[WHAT YOU SHOULD DO] The lines below that include "OutOfRange" are to be found and copied.

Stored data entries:
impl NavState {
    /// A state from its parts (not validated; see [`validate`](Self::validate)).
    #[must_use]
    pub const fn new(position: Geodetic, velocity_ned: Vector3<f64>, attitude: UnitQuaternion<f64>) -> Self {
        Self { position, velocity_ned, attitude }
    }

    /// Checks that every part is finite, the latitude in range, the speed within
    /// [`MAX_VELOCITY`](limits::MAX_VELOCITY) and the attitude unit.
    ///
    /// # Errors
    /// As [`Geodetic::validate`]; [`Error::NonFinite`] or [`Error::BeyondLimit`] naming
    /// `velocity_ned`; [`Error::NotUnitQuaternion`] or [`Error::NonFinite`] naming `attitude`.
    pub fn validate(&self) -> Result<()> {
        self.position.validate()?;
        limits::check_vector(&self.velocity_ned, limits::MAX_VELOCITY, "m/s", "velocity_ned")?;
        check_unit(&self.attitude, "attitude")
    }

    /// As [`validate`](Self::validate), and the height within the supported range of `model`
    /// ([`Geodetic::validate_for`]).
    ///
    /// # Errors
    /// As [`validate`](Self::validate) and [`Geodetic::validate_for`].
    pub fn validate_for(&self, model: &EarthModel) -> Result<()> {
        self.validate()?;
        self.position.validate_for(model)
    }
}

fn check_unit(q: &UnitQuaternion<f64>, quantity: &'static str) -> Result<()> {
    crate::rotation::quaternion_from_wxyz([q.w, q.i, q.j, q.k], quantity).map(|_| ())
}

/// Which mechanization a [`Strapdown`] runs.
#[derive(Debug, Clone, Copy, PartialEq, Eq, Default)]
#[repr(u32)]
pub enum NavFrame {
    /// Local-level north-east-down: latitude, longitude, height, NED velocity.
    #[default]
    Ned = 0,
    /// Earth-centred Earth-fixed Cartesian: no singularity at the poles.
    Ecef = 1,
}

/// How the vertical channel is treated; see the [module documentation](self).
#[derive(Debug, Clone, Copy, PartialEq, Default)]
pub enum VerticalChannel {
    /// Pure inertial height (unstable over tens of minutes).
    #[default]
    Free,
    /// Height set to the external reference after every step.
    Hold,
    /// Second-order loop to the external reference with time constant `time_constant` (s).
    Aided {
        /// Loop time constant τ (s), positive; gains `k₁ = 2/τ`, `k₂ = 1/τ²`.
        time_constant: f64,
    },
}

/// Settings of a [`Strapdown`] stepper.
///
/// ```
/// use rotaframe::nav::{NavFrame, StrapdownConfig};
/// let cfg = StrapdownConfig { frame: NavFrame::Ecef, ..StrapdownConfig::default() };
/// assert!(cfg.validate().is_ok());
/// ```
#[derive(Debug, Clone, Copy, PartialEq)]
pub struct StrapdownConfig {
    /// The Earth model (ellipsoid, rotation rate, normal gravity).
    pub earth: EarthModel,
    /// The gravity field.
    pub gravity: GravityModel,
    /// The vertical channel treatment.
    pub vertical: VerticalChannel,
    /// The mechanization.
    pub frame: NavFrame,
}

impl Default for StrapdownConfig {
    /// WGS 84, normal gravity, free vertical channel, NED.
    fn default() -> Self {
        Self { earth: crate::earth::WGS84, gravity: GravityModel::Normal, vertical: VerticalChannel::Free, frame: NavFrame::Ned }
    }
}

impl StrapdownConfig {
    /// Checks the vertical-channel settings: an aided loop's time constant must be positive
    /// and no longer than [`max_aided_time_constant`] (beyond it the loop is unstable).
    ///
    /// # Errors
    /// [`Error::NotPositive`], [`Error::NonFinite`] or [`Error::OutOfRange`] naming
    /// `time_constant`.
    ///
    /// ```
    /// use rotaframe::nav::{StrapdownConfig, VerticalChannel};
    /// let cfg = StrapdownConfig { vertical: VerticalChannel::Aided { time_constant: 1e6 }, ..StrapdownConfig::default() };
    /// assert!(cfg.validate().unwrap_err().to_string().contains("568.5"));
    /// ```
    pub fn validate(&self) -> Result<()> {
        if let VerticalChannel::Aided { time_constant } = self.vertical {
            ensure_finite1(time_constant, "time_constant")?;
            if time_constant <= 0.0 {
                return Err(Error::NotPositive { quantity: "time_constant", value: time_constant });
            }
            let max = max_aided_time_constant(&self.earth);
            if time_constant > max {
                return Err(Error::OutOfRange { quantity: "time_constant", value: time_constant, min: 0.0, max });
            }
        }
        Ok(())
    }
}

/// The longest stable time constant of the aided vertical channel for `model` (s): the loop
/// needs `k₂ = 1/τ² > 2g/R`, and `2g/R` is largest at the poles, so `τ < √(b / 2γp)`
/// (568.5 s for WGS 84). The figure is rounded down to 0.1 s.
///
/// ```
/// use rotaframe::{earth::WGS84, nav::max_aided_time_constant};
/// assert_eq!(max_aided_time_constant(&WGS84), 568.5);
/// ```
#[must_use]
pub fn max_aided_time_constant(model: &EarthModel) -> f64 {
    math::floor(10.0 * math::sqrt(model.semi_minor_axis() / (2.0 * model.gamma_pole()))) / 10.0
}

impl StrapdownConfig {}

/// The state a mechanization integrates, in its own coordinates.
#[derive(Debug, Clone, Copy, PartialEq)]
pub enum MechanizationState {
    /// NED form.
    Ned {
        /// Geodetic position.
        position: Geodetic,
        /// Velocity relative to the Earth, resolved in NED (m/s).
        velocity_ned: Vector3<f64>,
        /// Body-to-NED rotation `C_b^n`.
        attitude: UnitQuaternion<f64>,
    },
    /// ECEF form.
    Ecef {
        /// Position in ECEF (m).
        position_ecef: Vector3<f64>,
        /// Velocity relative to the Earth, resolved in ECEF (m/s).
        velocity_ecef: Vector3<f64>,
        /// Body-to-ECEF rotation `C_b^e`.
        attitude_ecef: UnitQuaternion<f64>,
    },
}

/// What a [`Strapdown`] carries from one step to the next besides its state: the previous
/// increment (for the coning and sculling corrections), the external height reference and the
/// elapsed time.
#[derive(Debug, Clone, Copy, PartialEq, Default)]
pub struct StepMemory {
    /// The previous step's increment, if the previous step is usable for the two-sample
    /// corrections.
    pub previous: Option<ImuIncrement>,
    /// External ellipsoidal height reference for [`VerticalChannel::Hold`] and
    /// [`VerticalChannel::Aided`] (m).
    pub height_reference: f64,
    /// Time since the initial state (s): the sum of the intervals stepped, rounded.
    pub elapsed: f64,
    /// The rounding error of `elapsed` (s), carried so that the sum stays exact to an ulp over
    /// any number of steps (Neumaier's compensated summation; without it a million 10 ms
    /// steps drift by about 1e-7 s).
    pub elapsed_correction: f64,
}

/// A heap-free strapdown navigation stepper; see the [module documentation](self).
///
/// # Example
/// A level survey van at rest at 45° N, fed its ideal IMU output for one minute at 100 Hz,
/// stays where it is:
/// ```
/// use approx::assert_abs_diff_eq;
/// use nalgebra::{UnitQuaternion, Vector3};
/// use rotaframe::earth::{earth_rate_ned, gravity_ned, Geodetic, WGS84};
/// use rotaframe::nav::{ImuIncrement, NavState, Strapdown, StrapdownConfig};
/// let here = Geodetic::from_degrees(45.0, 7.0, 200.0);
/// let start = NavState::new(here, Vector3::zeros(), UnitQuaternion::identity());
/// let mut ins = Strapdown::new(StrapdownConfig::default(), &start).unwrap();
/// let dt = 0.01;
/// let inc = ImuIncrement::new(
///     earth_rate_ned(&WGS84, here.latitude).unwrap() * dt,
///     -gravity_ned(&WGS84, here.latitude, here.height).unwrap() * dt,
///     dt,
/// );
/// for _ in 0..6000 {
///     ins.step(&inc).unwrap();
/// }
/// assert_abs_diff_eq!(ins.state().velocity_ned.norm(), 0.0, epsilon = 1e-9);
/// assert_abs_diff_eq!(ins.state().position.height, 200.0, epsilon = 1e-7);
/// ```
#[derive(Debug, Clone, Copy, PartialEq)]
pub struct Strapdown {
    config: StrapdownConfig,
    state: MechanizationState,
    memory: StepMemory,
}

[REPLY]
    /// [`Error::NotPositive`], [`Error::NonFinite`] or [`Error::OutOfRange`] naming
                return Err(Error::OutOfRange { quantity: "time_constant", value: time_constant, min: 0.0, max });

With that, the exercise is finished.